All of that said, word-of-mouth is a way of gathering information about people, and it hard to know when that information ceases simply to be part of the process, which as I said earlier, is all about reputation, and when it becomes old boys making sure their otherwise average students get a leg up in the process.
Interesting responses...
ReplyDeleteBardiac...
I was not saying that either business nor academia is the best model.
Of course businesses makes mistakes. Academia does as well. I've heard of instances (in both) where people try to hire based on criteria other than being the best fit, however I have not personally observed it. The hiring I have seen has been about trying to find the best person for the position.
As to where business gets funds, I'm not sure where you are going with it. Most academic money comes from state or federal sources. So, I guess I can imagine the university system getting untold billions from the feds.
As to the president, I didn't mention the current president. I referred to the office of the president. I was also referring to the cabinet that the president puts together and other people that the president uses to guide decisions.
Again, I am trying to understand where the ethical issue is.
Chaser...
I was referring to a category of people, not specifically to Bardiac. However, as Bardiac and you are both part of that category, I can see how you have personalized it.
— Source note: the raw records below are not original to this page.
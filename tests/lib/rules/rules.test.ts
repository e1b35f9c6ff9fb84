import { describe, expect, it } from 'vitest';
import { ownRuleSet } from '@/lib/contracts/rule-sets';
import { checkRule } from '@/lib/measure';
import { copyRuleSet, withLimit } from '@/lib/measure/rules/copy-rule-set';
import { defaultShopRules } from '@/lib/measure/rules/default-rules';
import { limitAt } from '@/lib/measure/rules/rule-set';
import { PUBLISHED_RULE_SETS, ruleSetsOf } from '@/lib/measure/rules/rule-sets';
import { ruleChanges } from '@/lib/rules/rule-changes';

const rules = defaultShopRules('US');

describe('a shop’s own copy of a rule set', () => {
  it('judges as the published set does, until a figure is changed', () => {
    for (const set of PUBLISHED_RULE_SETS) {
      const copy = ownRuleSet.parse(copyRuleSet(set, 'own-1'));
      copy.rules.forEach((rule, at) => {
        for (const spanMm of [100, 1_000, 2_500, 6_000]) {
          const published = set.rules[at];
          expect(published && limitAt(published.limit, spanMm)).toBe(limitAt(rule.limit, spanMm));
        }
        expect(rule.source).toBe(set.rules[at]?.source);
      });
    }
  });

  it('says of a changed figure that it is the shop’s, and of the others who published them', () => {
    const [set] = PUBLISHED_RULE_SETS;
    if (!set) throw new Error('there is no set');
    const copy = withLimit(copyRuleSet(set, 'own-1'), 0, 4);
    expect(copy.rules[0]?.edition).toMatch(/^changed by the shop/);
    expect(copy.rules[0]?.address).toBe('');
    expect(copy.rules[1]).toEqual(copyRuleSet(set, 'own-1').rules[1]);
    const same = withLimit(
      copyRuleSet(set, 'own-1'),
      1,
      limitAt(set.rules[1]?.limit ?? { kind: 'constant', limitMm: 0 }, 1),
      0,
    );
    expect(same.rules[1]?.limit.kind).toBe(set.rules[1]?.limit.kind);
  });

  it('gives the verdict once it is picked, and leaves the rest to the shop’s own', () => {
    const set = PUBLISHED_RULE_SETS.find(({ id }) => id === 'nhbc-2020');
    if (!set) throw new Error('there is no such set');
    const at = set.rules.findIndex(({ check }) => check === 'wall-straightness');
    const own = withLimit(copyRuleSet(set, 'own-1'), at, 1);
    const fit = { ...rules.fit, ruleSet: 'own-1', ownRuleSets: [own] };
    const figure = { value: 2, U: 0.2, from: [] };
    const judgedBy = (fitRules: typeof fit) =>
      checkRule(ruleSetsOf(fitRules), 'wall-straightness', figure, 2_000).value;
    expect(judgedBy(fit)?.verdict).toBe('over');
    expect(judgedBy({ ...fit, ruleSet: 'nhbc-2020' })?.verdict).toBe('within');
    expect(ruleSetsOf(fit).map(({ id }) => id)).toEqual(['own-1', 'shop']);
  });
});

describe('a change of the shop’s rules, told', () => {
  it('names each rule with from, to and what it moves, in the shop’s unit', () => {
    const before = { name: 'Juniper Bend', zone: 'America/New_York', ...rules };
    const after = {
      zone: 'America/Denver',
      fit: { ...rules.fit, fillerMostMm: 50.8 },
      booking: { ...rules.booking, workdays: [1, 2, 3] },
    };
    expect(ruleChanges(before, after)).toEqual([
      {
        label: 'Time zone',
        affects: expect.any(String),
        from: 'America/New_York',
        to: 'America/Denver',
      },
      {
        label: 'Greatest filler',
        affects: 'when a run is loose',
        from: expect.any(String),
        to: expect.stringMatching(/^2( in|")?$/),
      },
      {
        label: 'Days worked',
        affects: 'times that are offered',
        from: 'Mon Tue Wed Thu Fri',
        to: 'Mon Tue Wed',
      },
    ]);
  });

  it('says nothing of what stays as it was', () => {
    expect(ruleChanges(rules, { fit: rules.fit, booking: { ...rules.booking } })).toEqual([]);
  });
});
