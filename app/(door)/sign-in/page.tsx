import type { Metadata } from 'next';
import Link from 'next/link';
import { redirect } from 'next/navigation';
import { SignInForm } from '@/components/door/sign-in-form';
import { PlainPage } from '@/components/shell/plain-page';
import { TitleBlock } from '@/components/ui/title-block';
import { paths, safeNext } from '@/lib/paths';
import { homeOf, visitorContext } from '@/server/base/page-context';
import { listDemoPeople } from '@/server/people/list-demo-people';

export const metadata: Metadata = { title: 'Sign in' };

type SignInPageProps = { searchParams: Promise<{ next?: string | string[] }> };

export default async function SignInPage({ searchParams }: SignInPageProps) {
  const { next: given } = await searchParams;
  const next = typeof given === 'string' ? given : undefined;
  const ctx = await visitorContext();
  if (ctx) redirect(safeNext(next, homeOf(ctx)));
  return (
    <PlainPage width="form">
      <TitleBlock
        level={1}
        title="Sign in"
        meta={
          <Link href={paths.signUp()} className="link">
            Open a new shop
          </Link>
        }
        className="mb-6"
      />
      <SignInForm next={next} demoPeople={await listDemoPeople()} />
    </PlainPage>
  );
}
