def spin_bounds(
    rules: Rules,
    *,
    method: str | None = None,
    sector: np.ndarray | None = None,
    sectors: Sectors | None = None,
) -> Bounds:
    """Least and greatest admissible spin of every internal face.

    Parameters
    ----------
    rules : Rules
    method : str, optional
        ``"propagation"``, ``"linear"`` or ``"integer"``; by default linear up to 500 internal faces, else
        propagation.
    sector : array_like of int, shape (F_int,), optional
        Only labellings with these parities.
    sectors : Sectors, optional
        The parity sectors of these rules, where they are known already.

    Returns
    -------
    Bounds

    Raises
    ------
    InputError
        If the method is not known.

    Notes
    -----
    Two programmes for each face, solved by HiGHS (Q. Huangfu, J. A. J. Hall, Math. Prog. Comp. 10 (2018)
    119-142, through scipy).  Rounding is outward, so that outer bounds stay outer bounds.

    Examples
    --------
    Three 4-simplices around a triangle, all boundary spins 1/2: the inner spin is 1/2 or 3/2.

    >>> from dualize import build, make
    >>> from dualize.spins import rules_of
    >>> b = spin_bounds(rules_of(build(make.move_side(4, 3)), 1), method="integer")
    >>> b.least.tolist(), b.greatest.tolist()
    ([1], [3])
    """
    if method is None:
        method = "linear" if rules.internal <= LINEAR_FACES else "propagation"
    if method not in METHODS:
        raise InputError(f"there is no method {method!r}", hint="known are: " + ", ".join(METHODS))
    sectors = parity_sectors(rules) if sectors is None else sectors
    nothing = np.zeros(rules.internal, dtype=np.int64)
    if not sectors.feasible:
        why = Contradiction("parity", sectors.contradiction or ())
        return Bounds(nothing, nothing, method, False, why)
    parity = _fixed_parity(rules, sectors) if sector is None else np.asarray(sector, dtype=np.int64)
    least, greatest = propagated(rules)
    least, greatest, empty = _refine(rules, least, greatest, parity)
    if empty or method != "propagation":
        if (contradiction := _infeasible(rules)) is not None:
            return Bounds(nothing, nothing, method, False, contradiction)
        if empty:
            return Bounds(nothing, nothing, method, False, Contradiction("integers"))
    if method == "linear":
        least, greatest = _linear(rules, least, greatest)
        least, greatest, empty = _refine(rules, least, greatest, parity)
        if empty:
            return Bounds(nothing, nothing, method, False, Contradiction("integers"))
    exact = False
    if method == "integer":
        found = _integer(rules, least, greatest, None if sector is None else parity)
        if found is None:
            return Bounds(nothing, nothing, method, True, Contradiction("integers"))
        least, greatest = found
        exact = True
    unbounded = growth(rules).unbounded
    return Bounds(least, np.where(unbounded, -1, greatest), method, exact)


def propagated(
    rules: Rules, least: np.ndarray | None = None, greatest: np.ndarray | None = None
) -> tuple[np.ndarray, np.ndarray]:
    """Bounds carried from edge to edge until nothing changes; `NO_BOUND` and above stand for none.

    Parameters
    ----------
    rules : Rules
    least, greatest : ndarray of int64, shape (F_int,), optional
        What is known already.

    Returns
    -------
    least, greatest : ndarray of int64, shape (F_int,)
        If some least is above the greatest there is no labelling.
    """
    f = rules.internal
    low = np.zeros(f, dtype=np.int64) if least is None else least.astype(np.int64)
    high = np.full(f, NO_BOUND, dtype=np.int64) if greatest is None else greatest.astype(np.int64)
    d = rules.face.shape[1]
    inner = rules.face < f
    index = np.where(inner, rules.face, 0)
    outer = np.where(inner, 0, np.append(rules.boundary, 0)[np.where(inner, -1, rules.face - f)])
    count = (rules.face[:, :, None] == rules.face[:, None, :]).sum(axis=2)
    if not f or not len(rules.face):
        return low, high
    for _ in range(10_000):
        upper = np.where(inner, high[index], outer)
        lower = np.where(inner, low[index], outer)
        total = upper.sum(axis=1)
        new_high, new_low = high.copy(), low.copy()
        for p in range(d):
            alone = inner[:, p] & (count[:, p] == 1)
            np.minimum.at(new_high, rules.face[alone, p], (total - upper[:, p])[alone])
            for q in range(d):
                apart = inner[:, p] & (rules.face[:, p] != rules.face[:, q])
                # the spin at q is at most m times that at p and all others
                others = total - upper[:, q] - count[:, p] * upper[:, p]
                need = -((others - lower[:, q]) // count[:, p])
                np.maximum.at(new_low, rules.face[apart, p], need[apart])
        np.minimum(new_high, NO_BOUND, out=new_high)
        if np.array_equal(new_high, high) and np.array_equal(new_low, low):
            break
        high, low = new_high, new_low
        if (low > high).any():
            break
    return low, high
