A triangulation that bistellar moves bring to the boundary of a simplex is a PL sphere, for every move keeps
the PL type (U. Pachner, European J. Combin. 12 (1991) 129-145); the moves are kept and can be replayed.  One
with a boundary is a PL ball where a cone over its boundary makes it a PL sphere: what is left of a PL sphere
outside the star of a point is a PL ball (M. H. A. Newman, 1926; J. F. P. Hudson, Piecewise Linear Topology,
1969, chapter 1).  Homology, the fundamental group and its homomorphisms to small groups show that something
is no sphere.  Where neither works the verdict is *undecided*.  (Citations from memory.)
"""

from __future__ import annotations

from collections.abc import Iterable
from dataclasses import dataclass, field
from math import factorial
from typing import Any, NamedTuple

import numpy as np

from .build import build
from .change.record import Moves
from .change.simplification import simplify
from .change.tables import labels_name_simplices
from .change.walks import replay
from .errors import LimitError, TriangulationError
from .topology.classes import Census, census, classes, corner_subsets
from .topology.derived import first_derived
from .topology.groups import foam_groups
from .topology.homology import integral_homology
from .topology.homomorphisms import count_homomorphisms
from .topology.integral import abelian_name
from .topology.linkage import Forms, all_point_links, point_links, ridge_lengths
from .topology.links import Links, link_figures
from .triangulation import Triangulation

__all__ = [
    "BALL",
    "NEITHER",
    "SPHERE",
    "TRIES",
    "UNDECIDED",
    "Certificate",
    "LinkVerdicts",
    "Stage",
    "as_complex",
    "certify_links",
    "recognise",
    "space_kind",
]

UNDECIDED, SPHERE, BALL, NEITHER = range(4)
WORDS = ("undecided", "sphere", "ball", "neither")
PIECES = 6_000  # simplices of a subdivision that is still reduced
TRIES = ((0, 3_000), (1, 20_000), (2, 20_000))  # seeds and budgets of the reductions, the first before groups
TESTS = ("A5", "PSL(2,7)")  # perfect groups have no image in smaller ones
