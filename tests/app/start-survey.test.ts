import { describe, expect, it } from 'vitest';
import { dayAt, proposedTitle, startSurvey } from '../../src/app/actions/start-survey.ts';
import { plausiblePosition } from '../../src/app/location-source.ts';
import { zoneAt } from '../../src/app/zone-at.ts';
import { parseSurvey } from '../../src/core/survey/parse-survey.ts';
import { plainServices } from './plain-services.ts';

const SITE = { latitude: -36.85, longitude: 174.76, timeZone: 'Pacific/Auckland' };

describe('a new survey', () => {
  it('is one that can be read, with the day at its place and storage asked for', async () => {
    const services = { ...plainServices(), now: () => Date.UTC(2026, 4, 14, 13, 0) };
    const id = await startSurvey(services, { title: ' ', site: SITE });
    const stored = await services.store.load(id);
    const survey = stored?.state === 'readable' ? stored.survey : null;
    expect(survey).toMatchObject({ title: 'Survey of 2026-05-15', surveyedOn: '2026-05-15', site: SITE });
    expect(parseSurvey(JSON.stringify(survey)).ok).toBe(true);
    expect(services.timesKept()).toBe(1);
    const second = await startSurvey(services, { title: '', site: SITE });
    expect((await services.store.load(second))?.state === 'readable').toBe(true);
    expect((await services.store.list()).map(({ title }) => title)).toContain('Survey of 2026-05-15, 2');
  });

  it('has the day of its place, not of the device', () => {
    const timeMs = Date.UTC(2026, 0, 1, 2, 0);
    expect(dayAt(timeMs, 'America/New_York')).toBe('2025-12-31');
    expect(dayAt(timeMs, 'Europe/Berlin')).toBe('2026-01-01');
  });

  it('is named after its address, numbered where that is taken', () => {
    expect(proposedTitle(' Mill lane 4 ', '2026-05-14', [])).toBe('Mill lane 4');
    expect(proposedTitle('', '2026-05-14', ['Survey of 2026-05-14'])).toBe('Survey of 2026-05-14, 2');
  });
});

describe('a position of the device', () => {
  const here = { latitude: 38.7, longitude: -9.1, altitude: 20, accuracy: 8 };
  it('is taken where it can be, its height only where that can be', () => {
    expect(plausiblePosition(here)).toEqual(here);
    expect(plausiblePosition({ ...here, altitude: 99_999 })).toEqual({ ...here, altitude: null });
  });

  it.each([
    { latitude: NaN },
    { longitude: 200 },
    { accuracy: -1 },
    { accuracy: Infinity },
    { latitude: 0, longitude: 0 },
  ])('with %o is refused', (bad) => expect(plausiblePosition({ ...here, ...bad })).toBeNull());
});

// Zones by common knowledge of the places.
it.each([
  [38.72, -9.14, 'Europe/Lisbon'],
  [27.7, 85.3, 'Asia/Kathmandu'],
  [-36.85, 174.76, 'Pacific/Auckland'],
  [33.45, -112.07, 'America/Phoenix'],
])('the time zone at %d, %d is %s', async (latitude, longitude, zone) => {
  expect(await zoneAt(latitude, longitude)).toBe(zone);
});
Your point about me knowing about academia, you are absolutely correct. I specifically gave some experience/education so that the readers would have a better understanding of my background.
When you contrasted staff hiring to factulty hiring, would it be correct to interpret what you are saying that the intetion of hiring staff is short term and faculty is long term?
All,
I'm sorry if my response offended you. That certainly wasn't my intention.
You know, I think it's fine for someone to say to you "I hear from my colleague at Fancy U that his student X has applied for the job. I've seen X at some conference, and s/he seems pretty impressive.
ReplyDeleteThe impact of that might be to send you back to X's application, thinking perhaps you had missed something. And maybe you'd see it and maybe not.
It doesn't seem to me that this presents an ethical problem. I've always found that in the group below the top 2 or 3 there are probably 6 or 8 people we rank differently, and when a colleague says "I ranked candidate A #4 because..." I go back and look at A again.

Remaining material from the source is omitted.